DATA EXTRACTS Start Marker
/** Fault windows of one unit over a time range: each kind a Poisson process at its rate, durations as the fleet draws them. */
function faultWindows(plan: [FaultKind, number][], fromMs: number, toMs: number, rng: Rng) {
  const out: { kind: FaultKind; startMs: number; endMs: number }[] = [];
  for (const [kind, perDay] of plan) {
    let t = fromMs + rng.exponential(DAY_MS / perDay);
    while (t < toMs) {
      const durMs = Math.max(300, rng.exponential(FAULT_MEAN_HOURS[kind] * 3600)) * 1000;
      out.push({ kind, startMs: t, endMs: Math.min(toMs, t + durMs) });
      t += durMs + rng.exponential(DAY_MS / perDay);
    }
  }
  return out.sort((a, b) => a.startMs - b.startMs);
}

const overlapMs = (a0: number, a1: number, b0: number, b1: number) => Math.max(0, Math.min(a1, b1) - Math.max(a0, b0));

/**
 * The rollup-level past of every unit over [fromMs, toMs), interval by interval in time order: `onSlot` gets each
 * interval's unit rows and the weather station readings. Returns the fault records (all closed, within the window).
 */
export function rollupModelHistory(
  sites: FleetSiteSpec[],
  w: RollupModelWindow,
  onSlot: (quarters: ModelQuarter[], weather: ModelWeather[]) => void,
): TruthRecord[] {
  const fromMs = Math.floor(w.fromMs / QUARTER_MS) * QUARTER_MS;
  const toMs = Math.ceil(w.toMs / QUARTER_MS) * QUARTER_MS;
  if (!(fromMs < toMs)) return [];
  const step = (w.templateDays ?? 28) * DAY_MS;
  const firstDay = Math.floor(fromMs / step) * step;
  const days: number[] = [];
  for (let d = firstDay; d <= toMs + step; d += step) days.push(d);
  const rng = createRng(`${w.seed}|rollups|${fromMs}`);
  const skies = new Map(sites.map((s) => [s.site.code, templateSkies(s, days, rng.fork(`sky:${s.site.code}`))]));
  const plan = Object.entries(w.faults ?? {}).filter(([, r]) => (r ?? 0) > 0) as [FaultKind, number][];
  const units = sites.flatMap((s) =>
    s.units.map((u) => {
      const unitPlan: [FaultKind, number][] = [...plan];
      if ((u.controller?.detectorTiltDeg ?? 20) < TRAP_PRONE_TILT_DEG) unitPlan.push(['trap', MODEL_TRAPS_PER_DAY]);
      return {
        spec: u,
        site: s,
        key: limitsKey(unitLimits(u)),
        ratedWp: u.ratedPowerWp ?? 420,
        stowGustMs: u.stowGustMs ?? 18,
        perMinute: 60 / (u.controller?.reportIntervalS ?? 5),
        faults: faultWindows(unitPlan, fromMs, toMs, rng.fork(`faults:${u.serial}`)),
      };
    }),
  );
  const truth: TruthRecord[] = units.flatMap((u) =>
    u.faults.map((f) => ({ serial: u.spec.serial, fault: f.kind, start: isoUtc(f.startMs), end: isoUtc(f.endMs) })),
  );
  const lerp = (a: number, b: number, x: number) => a + (b - a) * x;
  for (let q = fromMs; q < toMs; q += QUARTER_MS) {
    const k = Math.floor((q - firstDay) / step);
    const slot = Math.floor((q % DAY_MS) / QUARTER_MS);
    const x = (q - days[k]! - slot * QUARTER_MS) / step;
    const skyAt = (code: string) => {
      const t = skies.get(code)!;
      return { a: t[k]![slot]!, b: t[k + 1]![slot]! };
    };
    const weather: ModelWeather[] = [];
    for (const s of sites) {
      const station = s.units.find((u) => u.weatherStation);
      if (s.site.indoor || !station) continue;
      const { a, b } = skyAt(s.site.code);
      weather.push({
        serial: station.serial,
        tsMs: q + QUARTER_MS / 2,
        ghiWm2: lerp(a.ghiWm2, b.ghiWm2, x),
        dhiWm2: lerp(a.dhiWm2, b.dhiWm2, x),
        airTempC: lerp(a.airTempC, b.airTempC, x),
        windMs: lerp(a.windMs, b.windMs, x),
        gustMs: Math.max(lerp(a.windMs, b.windMs, x), lerp(a.gustMs, b.gustMs, x)),
      });
    }
    const quarters: ModelQuarter[] = [];
    for (const u of units) {
      const { a, b } = skyAt(u.site.site.code);
      let factor = 1;
      let downMs = 0;
      let huntMs = 0;
      // Factors of faults that turn the unit away from its best (the model's in-plane value at its orientation drops too);
      // soiling only dims what the unit measures and produces.
      let turned = 1;
      for (const f of u.faults) {
        if (f.startMs >= q + QUARTER_MS) break;
        const o = overlapMs(q, q + QUARTER_MS, f.startMs, f.endMs);
        if (o <= 0) continue;
        if (MODEL_DOWNTIME_KINDS.has(f.kind)) downMs += o;
        else {
          const share = 1 - (1 - (MODEL_FAULT_FACTOR[f.kind] ?? 1)) * (o / QUARTER_MS);
          factor *= share;
          if (f.kind !== 'soiling') turned *= share;
          if (f.kind === 'hunting') huntMs += o;
        }
      }
      const minutes = Math.max(0, 15 - Math.round(Math.min(QUARTER_MS, downMs) / MINUTE_MS));
      if (minutes === 0) continue;
      // A unit in wind stow lies flat (tilt 0): it gets what a horizontal sensor on site reads.
      const stowed = (t: SlotSky) => t.gustMs > u.stowGustMs;
      const onPlane = (t: SlotSky) => (stowed(t) ? t.ghiWm2 : t.best.get(u.key)!.wm2);
      const ta = a.best.get(u.key)!;
      const tb = b.best.get(u.key)!;
      const best = lerp(ta.wm2, tb.wm2, x);
      const atUnit = Math.max(0, lerp(onPlane(a), onPlane(b), x) * turned);
      const poa = Math.max(0, lerp(onPlane(a), onPlane(b), x) * factor);
      const moduleC = lerp(a.airTempC, b.airTempC, x) + poa * NOCT_RISE_K_PER_WM2;
      const dc = Math.max(0, ((u.ratedWp * poa) / 1000) * (1 + TEMP_COEFF_PER_K * (moduleC - 25)));
      const stowShare = lerp(stowed(a) ? 1 : 0, stowed(b) ? 1 : 0, x);
      const stowedMin = minutes * stowShare;
      const seekingMin = (minutes - stowedMin) * Math.min(1, huntMs / QUARTER_MS);
      quarters.push({
        serial: u.spec.serial,
        bucketMs: q,
        minutes,
        samples: minutes * u.perMinute,
        poaAvgWm2: poa,
        poaMaxWm2: poa,
        dcPowerAvgW: dc,
        energyWh: (dc * minutes) / 60,
        moduleTempC: moduleC,
        tiltDeg: lerp(stowed(a) ? 0 : ta.tiltDeg, stowed(b) ? 0 : tb.tiltDeg, x),
        azimuthDeg: lerpAzimuth(ta.azimuthDeg, tb.azimuthDeg, x),
        seekingMin,
        settledMin: minutes - stowedMin - seekingMin,
        stowedMin,
        modelUnitWm2: atUnit,
        // The unit's own orientation is reachable, so the best is never below it.
        modelBestWm2: Math.max(best, atUnit),
        modelFixedWm2: lerp(a.fixedWm2, b.fixedWm2, x),
        modelSunWm2: lerp(ta.sunWm2, tb.sunWm2, x),
      });
    }
    onSlot(quarters, weather);
  }
  return truth;
}
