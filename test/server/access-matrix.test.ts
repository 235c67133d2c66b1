/**
 * The access matrix: every route the server registers, asked by every role about its own owner's resources and about
 * another owner's, against a hand-written table of the statuses the product's rules give. The table is written from the
 * rules (README "Sessions"), never from the code's role lists, and a route registered without a row fails the test.
 * The same for the live socket's subscriptions.
 *
 * To add a route: add a row to ROUTES (the first failure prints a row to start from):
 *   row('METHOD /path/as/:registered', request, anonymous, admin, engineer, technician, crew, owner, options?)
 * - `request` is `(w) => path`, `(w) => ({ path, body })` or `(w) => ({ path, attach })` (a multipart upload) when the request is the same for both sides, or
 *   `(w, s) => …` to ask about `w[s]`, where `s` is 'own' or 'other'. `w.own` and `w.other` hold each owner's ownerId,
 *   siteId, unitIds (six units of that site), alarmId (an open alarm on unitIds[0]) and survey; a row that changes a
 *   unit takes an index of its own (`unit(w, s, 6)` needs a seventh unit, so reuse 1–5 with care).
 * - each status cell is a number for both owners' resources, or `mine(s)` = s for the caller's own owner's resource and
 *   404 for another owner's, or `[own, other]` spelled out. "own" is Quillmoor Energy Cooperative (the demo owner
 *   user's), "other" is Fenwick Lane Schools Trust; staff have no owner, so for them the two sides are two owners.
 * - options: `{ label }` for a second row of the same route (another body), `{ fresh: true }` when the request ends or
 *   changes the caller's session (sign-out, a password change): it then runs on a session of its own, and
 *   `{ optional: true }` for a route only some set-ups register.
 * Requests run six at a time in any order, so a row must not depend on another row's effect.
 */
import { afterAll, beforeAll, describe, expect, it } from 'vitest';
import request from 'supertest';
import type { Express } from 'express';
import WebSocket from 'ws';
import sharp from 'sharp';
import { startTestStack } from '../helpers/test-stack';
import { DEMO_PASSWORD, DEMO_USERS } from '../../seeds/demo-world';
import type { LiveServerMessage } from '../../shared/contracts/live';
DATA EXTRACTS End Marker
### ABOUT THIS EXERCISE
Transcribe the lines from the first line of the records through the line that contains "while (t < toMs)", both included, and add nothing else.

### THE COMPLETED TASK
/** Fault windows of one unit over a time range: each kind a Poisson process at its rate, durations as the fleet draws them. */
function faultWindows(plan: [FaultKind, number][], fromMs: number, toMs: number, rng: Rng) {
  const out: { kind: FaultKind; startMs: number; endMs: number }[] = [];
  for (const [kind, perDay] of plan) {
    let t = fromMs + rng.exponential(DAY_MS / perDay);
    while (t < toMs) {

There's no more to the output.